High Temperature Adsorption of Mercury on Non-Carbon Based Sorbents

Sung Jun Lee, Chemical Engineering, ICSE, University of Utah, 50 S. Central Campus Dr., MEB Rm. 3290, Salt Lake City, UT 84112, Jost O.L. Wendt, Department of Chemical Engineering & Institute for Clean and Secure Energy, University of Utah, 3290 MEB, 59 S. Central Campus Dr., Salt Lake City, UT 84112, and Joep Biermann, MinPlus, BV., Arnhem, Netherlands.

A bench scale disperse phase, entrained-flow reactor, was employed to investigate elemental mercury (Hg) adsorption on non-carbon based sorbents. The major parameters varied for the Hg adsorption test were reaction temperature, sorbent feeding rate, gas compositions, and mineral composition of sorbents. The sorbent receiving the greatest attention was MinPlus, an engineered sorbent produced from a process which uses paper recycling wastes as a feedstock. Hg adsorption tests were performed of a temperature range of 600 - 1000°C and at various sorbent feeding rates (< 7g/hr). Since the Hg adsorption was occurred at high temperatures and the adsorption efficiency increased with increasing temperature, the reaction between sorbents and Hg should be considered to be chemisorption. Overall Hg capture was achieved at over 90% at 900-1000 °C, and could be divided into two mechanism; in-flight capture and capture through reactor wall effects involving deposited particles.

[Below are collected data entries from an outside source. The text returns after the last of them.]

func TestInABrowser(t *testing.T) {
	in := finished(t)
	page := write(t, in)
	path := saved(t, page)
	b := newTab(t)
	b.screen(1280, 900)
	b.open(path)
	b.quiet(path)

	t.Run("fits every width", func(t *testing.T) {
		for _, width := range []int{360, 600, 1280, 1920} {
			b.screen(width, 900)
			for _, corner := range []string{"0", "1"} {
				b.eval(`document.querySelector('input[name=corner-parts][value="`+corner+`"]').click()`, nil)
				if w := b.number("document.documentElement.scrollWidth"); int(w) > width {
					t.Errorf("at %d px the page is %g px wide; the widest: %s", width, w, widest(b))
				}
			}
			if n := b.number(`Array.from(document.querySelectorAll("figure > svg")).filter(e => e.getClientRects().length && e.getBoundingClientRect().width < 200).length`); n > 0 {
				t.Errorf("at %d px %g drawings are narrower than 200 px", width, n)
			}
		}
		b.screen(1280, 900)
		b.eval(`document.querySelector('input[name=corner-parts][value="0"]').click()`, nil)
	})

	t.Run("corner by keyboard", func(t *testing.T) {
		if n := b.number(visible(".period")); n != 1 {
			t.Fatalf("%g waveforms are shown", n)
		}
		b.eval(`document.querySelector('input[name=corner-waves]:checked').focus()`, nil)
		b.press("ArrowRight")
		if c := b.text("document.documentElement.dataset.corner"); c != "1" {
			t.Errorf("corner %s after the right arrow", c)
		}
		if s := b.text(`document.querySelector('input[name=corner-parts]:checked').value`); s != "1" {
			t.Errorf("the parts stay at corner %s", s)
		}
		if n := b.number(visible(".period")); n != 1 {
			t.Errorf("%g waveforms are shown", n)
		}
		if n := b.number(visible(".at.field")); n != 2 {
			t.Errorf("%g half sections are shown, one of each part expected", n)
		}
		b.press("ArrowLeft")
	})

	t.Run("cursor by keyboard and pointer", func(t *testing.T) {
		before := b.text(`document.querySelector(".readout").textContent`)
		if !strings.Contains(before, "resonant") || !strings.Contains(before, "mT") {
			t.Errorf("the cursor reads %q", before)
		}
		b.eval(`document.querySelector(".cursor input").focus()`, nil)
		b.press("End")
		last := b.text(`document.querySelector(".readout").textContent`)
		b.press("Home")
		// The period closes, so both ends read the same but for the time.
		first := b.text(`document.querySelector(".readout").textContent`)
		if first == last || first == before {
			t.Errorf("the cursor reads %q, %q, %q", before, first, last)
		}
		want := figuresOf(in.View.Corners[0].Resonant[0])
		if !strings.Contains(first, "resonant "+want+" A") {
			t.Errorf("at t = 0 the cursor reads %q, the resonant current is %s A", first, want)
		}
		b.eval(`(() => { const s = document.querySelector(".period svg"), r = s.getBoundingClientRect(); s.scrollIntoView({behavior: "instant"}); const q = s.getBoundingClientRect();
			s.dispatchEvent(new PointerEvent("pointermove", {clientX: q.left + q.width / 2, clientY: q.top + q.height / 3, bubbles: true})); })()`, nil)
		if now := b.text(`document.querySelector(".readout").textContent`); now == first {
			t.Error("the pointer does not move the cursor")
		}
		if x := b.number(`+document.querySelector(".cross").getAttribute("x1")`); !(x > 0) {
			t.Errorf("the cursor stands at %g", x)
		}
	})

	t.Run("sizes sort by keyboard", func(t *testing.T) {
		b.eval(`document.querySelector('#size-table button[data-by="loss"]').focus()`, nil)
		b.press("Enter")
		if s := b.text(`document.querySelector('#size-table button[data-by="loss"]').parentNode.getAttribute("aria-sort")`); s != "ascending" {
			t.Errorf("sorted %s", s)
		}
		order := func() []string {
			var list []string
			b.eval(`Array.from(document.querySelectorAll("#size-table tbody tr:not([hidden])")).map(r => r.dataset.part + " " + r.dataset.core)`, &list)
			return list
		}
		up := order()
		if up[0] != "inductor RM 8" || up[1] != "inductor PQ 20/16" || up[2] != "transformer PQ 40/40" {
			t.Errorf("by loss: %v", up)
		}
		b.press(" ")
		if down := order(); down[len(down)-1] != up[0] {
			t.Errorf("by loss, the other way: %v", down)
		}
		b.eval(`document.querySelector("#find").focus()`, nil)
		b.call("Input.insertText", map[string]any{"text": "rm"}, nil)
		if list := order(); len(list) != 2 {
			t.Errorf("found for rm: %v", list)
		}
		if s := b.text(`document.querySelector("#count").textContent`); !strings.HasPrefix(s, "2 of 9") {
			t.Errorf("the count says %q", s)
		}
		b.eval(`document.querySelector("#only-kept").focus()`, nil)
		b.press(" ")
		if list := order(); len(list) != 1 || list[0] != "inductor RM 8" {
			t.Errorf("kept and rm: %v", list)
		}
		b.press(" ")
		b.eval(`(() => { const f = document.querySelector("#find"); f.value = ""; f.dispatchEvent(new Event("input")); })()`, nil)
		b.eval(`(() => { const f = document.querySelector("#only-part"); f.value = "transformer"; f.dispatchEvent(new Event("change")); })()`, nil)
		if list := order(); len(list) != 6 {
			t.Errorf("transformers: %v", list)
		}
	})

	t.Run("sizes picked in the plot", func(t *testing.T) {
		b.eval(`document.querySelector('.sizes[data-part="inductor"] svg').focus()`, nil)
		b.press("End")
		if s := b.text(`document.querySelector('.sizes[data-part="inductor"] .tip').textContent`); !strings.HasPrefix(s, "RM 8, inductor: 6.09 cm³, 0.72 W") {
			t.Errorf("the last mark is %q", s)
		}
		b.press("Enter") // the row is filtered out: the filter gives way
		if s := b.text(`document.activeElement.id`); s != "size-8" {
			t.Errorf("the focus is on %q", s)
		}
		if n := b.number(`document.querySelectorAll("tr.picked").length`); n != 1 {
			t.Errorf("%g rows are picked", n)
		}
		b.eval(`document.querySelector('.sizes[data-part="pair"] svg').focus()`, nil)
		b.press("ArrowRight")
		if s := b.text(`document.querySelector('.sizes[data-part="pair"] .tip').textContent`); !strings.HasPrefix(s, "PQ 40/40 + RM 8: 65.7 cm³, 2.63 W, 153 g, chosen") {
			t.Errorf("the second pair is %q", s)
		}
		b.press(" ")
		if s := b.text(`document.activeElement.id`); s != "size-p1" {
			t.Errorf("the focus is on %q", s)
		}
		b.eval(`document.querySelector('.sizes[data-part="transformer"]').scrollIntoView({behavior: "instant"})`, nil)
		var at struct{ X, Y float64 }
		b.eval(`(() => { const r = document.querySelector('.mark[data-mark="3"]').getBoundingClientRect(); return {X: r.left + r.width / 2, Y: r.top + r.height / 2}; })()`, &at)
		for _, kind := range []string{"mouseMoved", "mousePressed", "mouseReleased"} {
			p := map[string]any{"type": kind, "x": at.X, "y": at.Y}
			if kind != "mouseMoved" {
				p["button"], p["clickCount"] = "left", 1
			}
			b.call("Input.dispatchMouseEvent", p, nil)
		}
		if s := b.text(`document.querySelector("tr.picked th").textContent`); s != "E 42/21/15" {
			t.Errorf("a click picks %q", s)
		}
	})

	t.Run("origins by keyboard", func(t *testing.T) {
		const shown = `Array.from(document.querySelectorAll(".origin:not([hidden]) summary small")).map(e => e.textContent)`
		list := func() (names []string) {
			b.eval(shown, &names)
			return names
		}
		opened := func() string {
			return b.text(`Array.from(document.querySelectorAll(".origin[open] summary")).map(e => e.id).join(" ")`)
		}
		if n := len(list()); n != len(in.Explanations) || opened() != "" {
			t.Errorf("%d figures, open: %q", n, opened())
		}
		b.eval(`document.querySelector("#find-figure").focus()`, nil)
		b.call("Input.insertText", map[string]any{"text": "Inductor loss"}, nil)
		if got := list(); len(got) != 2 || got[0] != "inductor.core_loss" || got[1] != "inductor.winding_loss" {
			t.Errorf("found for inductor loss: %v", got)
		}
		if s := b.text(`document.querySelector("#figure-count").textContent`); s != fmt.Sprintf("2 of %d figures", len(in.Explanations)) {
			t.Errorf("the count says %q", s)
		}
		if n := b.number(visible(".origin-group")); n != 1 {
			t.Errorf("%g groups are shown", n)
		}
		// Tab leads on to what was found, Enter and the space bar open and close it.
		b.press("Tab")
		if s := b.text("document.activeElement.id"); s != "from-inductor-core_loss" {
			t.Errorf("Tab leads to %q", s)
		}
		b.press("Enter")
		if s := opened(); s != "from-inductor-core_loss" {
			t.Errorf("Enter opens %q", s)
		}
		if n := b.number(`Array.from(document.querySelectorAll("#origin table")).filter(e => e.checkVisibility()).length`); n != 2 {
			t.Errorf("%g tables are shown", n)
		}
		for _, width := range []int{360, 1920} {
			b.screen(width, 900)
			b.eval(`document.querySelectorAll(".origin").forEach(d => { d.hidden = false; d.open = true; }); document.querySelectorAll(".origin-group").forEach(g => { g.hidden = false; })`, nil)
			if w := b.number("document.documentElement.scrollWidth"); int(w) > width {
				t.Errorf("with all open at %d px the page is %g px wide; the widest: %s", width, w, widest(b))
			}
		}
		b.screen(1280, 900)
		if n := pages(b); n > 6 {
			t.Errorf("%d printed pages with every origin open", n)
		}
		b.eval(`document.querySelectorAll(".origin").forEach(d => { d.open = false; })`, nil)
		b.press(" ")
		if s := opened(); s != "from-inductor-core_loss" {
			t.Errorf("the space bar opens %q", s)
		}
		b.press(" ")
		if s := opened(); s != "" {
			t.Errorf("the space bar leaves %q open", s)
		}
		// A figure of a card leads to its origin, filtered out or not.
		b.eval(`(() => { const f = document.querySelector("#find-figure"); f.value = "no such figure"; f.dispatchEvent(new Event("input")); })()`, nil)
		if n := len(list()); n != 0 {
			t.Errorf("%d figures match nothing", n)
		}
		b.eval(`document.querySelector('.facts a[href="#from-transformer-short_inductance"]').focus()`, nil)
		b.press("Enter")
		b.text(`new Promise(done => setTimeout(done, 50))`)
		if s := opened(); s != "from-transformer-short_inductance" {
			t.Errorf("the link opens %q", s)
		}
		if s := b.text("document.activeElement.id"); s != "from-transformer-short_inductance" {
			t.Errorf("the link leads to %q", s)
		}
		// Enter in the box opens the first that was found.
		b.eval(`document.querySelector("#find-figure").focus()`, nil)
		b.call("Input.insertText", map[string]any{"text": "swing"}, nil)
		b.press("Enter")
		if s := b.text("document.activeElement.id"); s != "from-tank-swing_time" {
			t.Errorf("Enter in the box leads to %q", s)
		}
		b.eval(`(() => { const f = document.querySelector("#find-figure"); f.value = ""; f.dispatchEvent(new Event("input")); document.querySelectorAll(".origin").forEach(d => { d.open = false; }); })()`, nil)
	})

	t.Run("dark and light", func(t *testing.T) {
		ground := func() string { return b.text(`getComputedStyle(document.body).backgroundColor`) }
		light := ground()
		b.eval(`document.querySelector("#tone").focus()`, nil)
		b.press("Enter")
		if ground() == light {
			t.Error("the button changes nothing")
		}
		b.press("Enter")
		if ground() != light {
			t.Error("the button does not lead back")
		}
		b.call("Emulation.setEmulatedMedia", map[string]any{"features": []map[string]string{{"name": "prefers-color-scheme", "value": "dark"}}}, nil)
		b.eval(`document.documentElement.removeAttribute("data-tone")`, nil)
		if ground() == light {
			t.Error("a dark system gets a light page")
		}
		b.call("Emulation.setEmulatedMedia", map[string]any{"features": []map[string]string{}}, nil)
	})

	t.Run("named for screen readers", func(t *testing.T) {
		var tree struct {
			Nodes []struct {
				Ignored    bool
				Role, Name struct{ Value any }
			}
		}
		b.call("Accessibility.getFullAXTree", nil, &tree)
		count := map[string]int{}
		for _, n := range tree.Nodes {
			role, _ := n.Role.Value.(string)
			if n.Ignored {
				continue
			}
			switch role {
			case "button", "slider", "radio", "checkbox", "combobox", "searchbox", "image", "img", "application", "link", "region", "heading":
				count[role]++
				if name, _ := n.Name.Value.(string); strings.TrimSpace(name) == "" {
					t.Errorf("a %s without a name", role)
				}
			}
		}
		if count["slider"] != 1 || count["radio"] != 8 || count["application"] != 3 || count["image"]+count["img"] < 8 || count["heading"] < 12 {
			t.Errorf("in the tree: %v", count)
		}
		// Headings step down one at a time.
		var levels []int
		b.eval(`Array.from(document.querySelectorAll("h1,h2,h3,h4")).filter(e => e.getClientRects().length).map(e => +e.tagName[1])`, &levels)
		for i := 1; i < len(levels); i++ {
			if levels[i] > levels[i-1]+1 {
				t.Errorf("heading %d jumps from level %d to %d", i, levels[i-1], levels[i])
			}
		}
		// Every focusable thing is reached by Tab, and the first leads past the bar.
		b.eval(`document.activeElement.blur()`, nil)
		var ids float64
		b.eval(`new Set(Array.from(document.querySelectorAll("[id]")).map(e => e.id)).size - document.querySelectorAll("[id]").length`, &ids)
		if ids != 0 {
			t.Errorf("%g ids are used twice", -ids)
		}
	})

	t.Run("on paper", func(t *testing.T) {
		if n := pages(b); n > 6 {
			t.Errorf("%d printed pages", n)
		}
		b.call("Emulation.setEmulatedMedia", map[string]any{"media": "print"}, nil)
		if n := b.number(visible(".bar")); n < 8 {
			t.Errorf("%g bars of loss are printed", n)
		}
		if n := b.number(visible(".topbar, .cursor, .filter, .chooser, .cross, .origin")); n != 0 {
			t.Errorf("%g controls are printed", n)
		}
		if n := b.number(visible("#origin .paper")); n != 1 {
			t.Errorf("%g notes on the origins are printed", n)
		}
		b.call("Emulation.setEmulatedMedia", map[string]any{"media": ""}, nil)
	})
	b.quiet(path)

	t.Run("without scripts", func(t *testing.T) {
		b.call("Emulation.setScriptExecutionDisabled", map[string]any{"value": true}, nil)
		b.open(path)
		if n := b.number(visible(".period")); n != 4 {
			t.Errorf("%g waveforms are shown, all four expected", n)
		}
		if n := b.number(visible(".needs-script")); n != 0 {
			t.Errorf("%g dead controls are shown", n)
		}
		if n := b.number(visible(".origin")); int(n) != len(in.Explanations) {
			t.Errorf("%g origins are shown", n)
		}
		b.call("Emulation.setScriptExecutionDisabled", map[string]any{"value": false}, nil)
		b.quiet(path)
	})

	t.Run("markup as text", func(t *testing.T) {
		path := saved(t, write(t, angry(t)))
		b.screen(360, 800)
		b.open(path)
		if s := b.text("document.title"); s != hostile {
			t.Errorf("the title is %q", s)
		}
		if s := b.text(`document.querySelector("h1").textContent`); s != hostile {
			t.Errorf("the heading is %q", s)
		}
		b.eval(`document.querySelector('input[name=corner-waves][value="1"]').click(); document.querySelector(".sizes svg").focus()`, nil)
		b.press("ArrowRight")
		if s := b.text("typeof window.hurt"); s != "undefined" {
			t.Error("a script of a name has run")
		}
		if w := b.number("document.documentElement.scrollWidth"); w > 360 {
			t.Errorf("long names make the page %g px wide: %s", w, widest(b))
		}
		if n := pages(b); n > 6 {
			t.Errorf("%d printed pages with long names", n)
		}
		b.quiet(path)
	})

	t.Run("many corners and sizes", func(t *testing.T) {
		path := saved(t, write(t, crowded(t)))
		b.screen(1920, 900)
		b.open(path)
		b.eval(`document.querySelector('input[name=corner-waves][value="7"]').click()`, nil)
		if n := b.number(visible(".period")); n != 1 {
			t.Errorf("%g waveforms of the eighth corner", n)
		}
		if n := pages(b); n > 6 {
			t.Errorf("%d printed pages with 8 corners, 160 sizes and 40 pairs", n)
		}
		b.quiet(path)
	})
}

Surface analysis of spent sorbent (XRD, SEM-EDS) showed that high temperature mineral transitions, and the ensuing sorbent compositions could enhance the Hg sorption mechanism (in-flight and wall effect). Gas compositions such as CO2, H2O, HCl and O2 could have a significant effect on Hg adsorption, which appears to require an oxidation step. Furthethermore, interactions with types of fly ash also could affect the Hg adsorption efficiency, where bituminous coal derived fly ash showed higher Hg capture than that from mixtures involving PRB (Powder River Basin) fly ash.